Мой вариант был наилучшим: я не собирался ехать вообще. Сказав дома, что еду в горы, а Конторе — что домашние дела не позволяют мне десять дней валять дурака за казённый счёт, я собирался затаиться в квартире Игоря и произвести некоторые действия, наблюдения, чёрт их знает… в общем, произвести. Было прекрасно нос к носу столкнуться с собственной мечтой (а как он шёл тогда по Невскому… и, вынужден признать, вдвоём они шикарно смотрелись), но дать этой распрекрасной мечте себя убить — уже перебор. И без того я с трудом удерживал равновесие, и поток неконтролируемой жизни опасно подступал и захлёстывал.

Я заехал туда накануне Нового года, просто заехал заглянуть по дороге — и едва не налетел на гадёныша, который по дорожке к подъезду пронёсся не видя меня, как оживший кошмар и ужас на крыльях ночи. (Пользуюсь этими штампами в силу их если не убедительности, то адекватности.) От него взрывной волной пёрла наркотическая энергия. Стремительный, невменяемый, во власти недоступной мне эйфории, он впервые испугал меня по-настоящему, будто чужой человек. Чужой: способный на что угодно, сильный своей свободой от общего грязного прошлого. Сбежал он сам или, быть может, его выкрали, поставили перед ним задачи или отпустили отдыхать — безразлично; я понимал одно: у меня больше не было брата. Всё рухнуло. Всё, думал я, кончено. Я прислонился к машине и слушал, как моё сердце стучит на всю вселенную. И, как всегда в таких случаях, я знал, что ещё не поздно повернуться и отбыть восвояси.

Шизофреник

— Мне в прошлый раз было двадцать восемь, а в этот исполнится тридцать два, — говорит Херасков. — Двадцать девятого февраля у меня день рождения. Смешно?
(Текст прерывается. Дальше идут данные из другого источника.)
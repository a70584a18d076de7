"""Checks on the numbers of a model as they are entered: finite, in range, complex roots in pairs."""

from __future__ import annotations

import math
from collections.abc import Sequence
from numbers import Real

import numpy as np

from engine.errors import DesignError
from engine.model.factored import ComplexArray, Factored
from engine.model.limits import (
    DEFAULT_LIMITS,
    LARGEST_ROOT_RAD_S,
    LONGEST_DEAD_TIME_S,
    SMALLEST_ROOT_RAD_S,
    Limits,
    require_order,
)

PAIRING_TOLERANCE = 1e-9
"""How far a root may be from its partner's conjugate, relative to its size: digits lost in printing."""


def factored_model(
    gain: object,
    zeros: Sequence[object],
    poles: Sequence[object],
    dead_time_s: object = 0.0,
    limits: Limits = DEFAULT_LIMITS,
) -> Factored:
    """A model given as gain, zeros and poles.

    Parameters
    ----------
    gain : finite number other than 0, either sign
    zeros, poles : numbers, complex numbers or [re, im] pairs [rad/s], complex ones with their conjugates
    dead_time_s : >= 0 [s]

    Raises DesignError: `gain`, `zeros[k]`, `poles[k]`, `dead_time_s`.
    """
    return Factored(
        nonzero_number(gain, "gain"),
        paired_roots(zeros, "zeros", limits),
        paired_roots(poles, "poles", limits),
        dead_time(dead_time_s),
    )


def finite_number(number: object, where: str) -> float:
    """The number as a finite float; numpy scalars count as numbers, text and booleans do not."""
    if isinstance(number, bool | np.bool_) or not isinstance(number, Real):
        raise DesignError(where, f"must be a number, is {str(number)[:40]!r}")
    try:
        result = float(number)
    except OverflowError:
        result = math.inf
    if not math.isfinite(result):
        raise DesignError(where, f"must be a finite number, is {result}")
    return result


def nonzero_number(number: object, where: str) -> float:
    """A finite number other than 0."""
    result = finite_number(number, where)
    if result == 0:
        raise DesignError(where, "must not be 0")
    return result


def frequency_rad_s(number: object, where: str) -> float:
    """A corner or natural frequency: greater than 0 and within the range of roots."""
    result = finite_number(number, where)
    if result <= 0:
        raise DesignError(where, f"must be greater than 0, is {result:g}")
    if not SMALLEST_ROOT_RAD_S <= result <= LARGEST_ROOT_RAD_S:
        raise DesignError(where, f"must be from {SMALLEST_ROOT_RAD_S:g} to {LARGEST_ROOT_RAD_S:g} rad/s, is {result:g}")
    return result


def dead_time(number: object, where: str = "dead_time_s") -> float:
    """A dead time [s], >= 0."""
    result = finite_number(number, where)
    if result < 0:
        raise DesignError(where, f"must be 0 or greater, is {result:g}")
    if result > LONGEST_DEAD_TIME_S:
        raise DesignError(where, f"must be at most {LONGEST_DEAD_TIME_S:g} s, is {result:g}")
    return result + 0.0  # turns -0.0 into 0.0


def paired_roots(roots: Sequence[object], where: str, limits: Limits = DEFAULT_LIMITS) -> ComplexArray:
    """Roots with each complex one followed by its exact conjugate, in the order of their first members.

    A partner that is off by no more than 1e-9 of the size is taken as meant and replaced by the exact
    conjugate of the first of the two.

    Raises DesignError at `where` or `where[k]`: too many, not a number, out of range, or without a partner.
    """
    require_order(len(roots), where, limits)
    given = [_root(root, f"{where}[{k}]") for k, root in enumerate(roots)]
    waiting = set(range(len(given)))
    paired: list[complex] = []
    for k, root in enumerate(given):
        if k not in waiting:
            continue
        waiting.discard(k)
        if root.imag == 0:
            paired.append(root)
            continue
        partner = min(waiting, key=lambda j: abs(given[j] - root.conjugate()), default=None)
        if partner is None or abs(given[partner] - root.conjugate()) > PAIRING_TOLERANCE * abs(root):
            raise DesignError(f"{where}[{k}]", _unpaired(root))
        waiting.discard(partner)
        paired += [root, root.conjugate()]
    return np.array(paired, dtype=np.complex128)


def _unpaired(root: complex) -> str:
    return (
        f"[{root.real:.12g}, {root.imag:.12g}] has no conjugate partner; "
        f"add [{root.real:.12g}, {-root.imag:.12g}], or make it real"
    )


def _root(root: object, where: str) -> complex:
    if isinstance(root, complex | np.complexfloating):
        real, imaginary = finite_number(root.real, where), finite_number(root.imag, where)
    elif isinstance(root, list | tuple):
        if len(root) != 2:
            raise DesignError(where, f"must be a number or [re, im], has {len(root)} parts")
        real, imaginary = finite_number(root[0], where), finite_number(root[1], where)
    else:
        real, imaginary = finite_number(root, where), 0.0
    size = math.hypot(real, imaginary)
    if size != 0 and not SMALLEST_ROOT_RAD_S <= size <= LARGEST_ROOT_RAD_S:
        raise DesignError(
            where,
            f"must be 0 or of size {SMALLEST_ROOT_RAD_S:g} to {LARGEST_ROOT_RAD_S:g} rad/s, is {size:.3g}",
        )
    return complex(real + 0.0, imaginary + 0.0)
Я не находил, что ответить, проклинал себя за то, что полез с вопросами — ну а кто же знал? — и мне было совсем не смешно. Родиться в високосный год, да ещё в тот самый день — может, это и не было настоящим клеймом отверженности, как её обычно представляют люди, но всё же что-то слепо безжалостное, глумливое отмечало родившихся. Сам-то Херасков, не отрицаю, был совершенно нормальный, эталон нормальности, насколько я его знал. Но и таких слепое и безжалостное находит по особому, не чуемому ими самими запаху.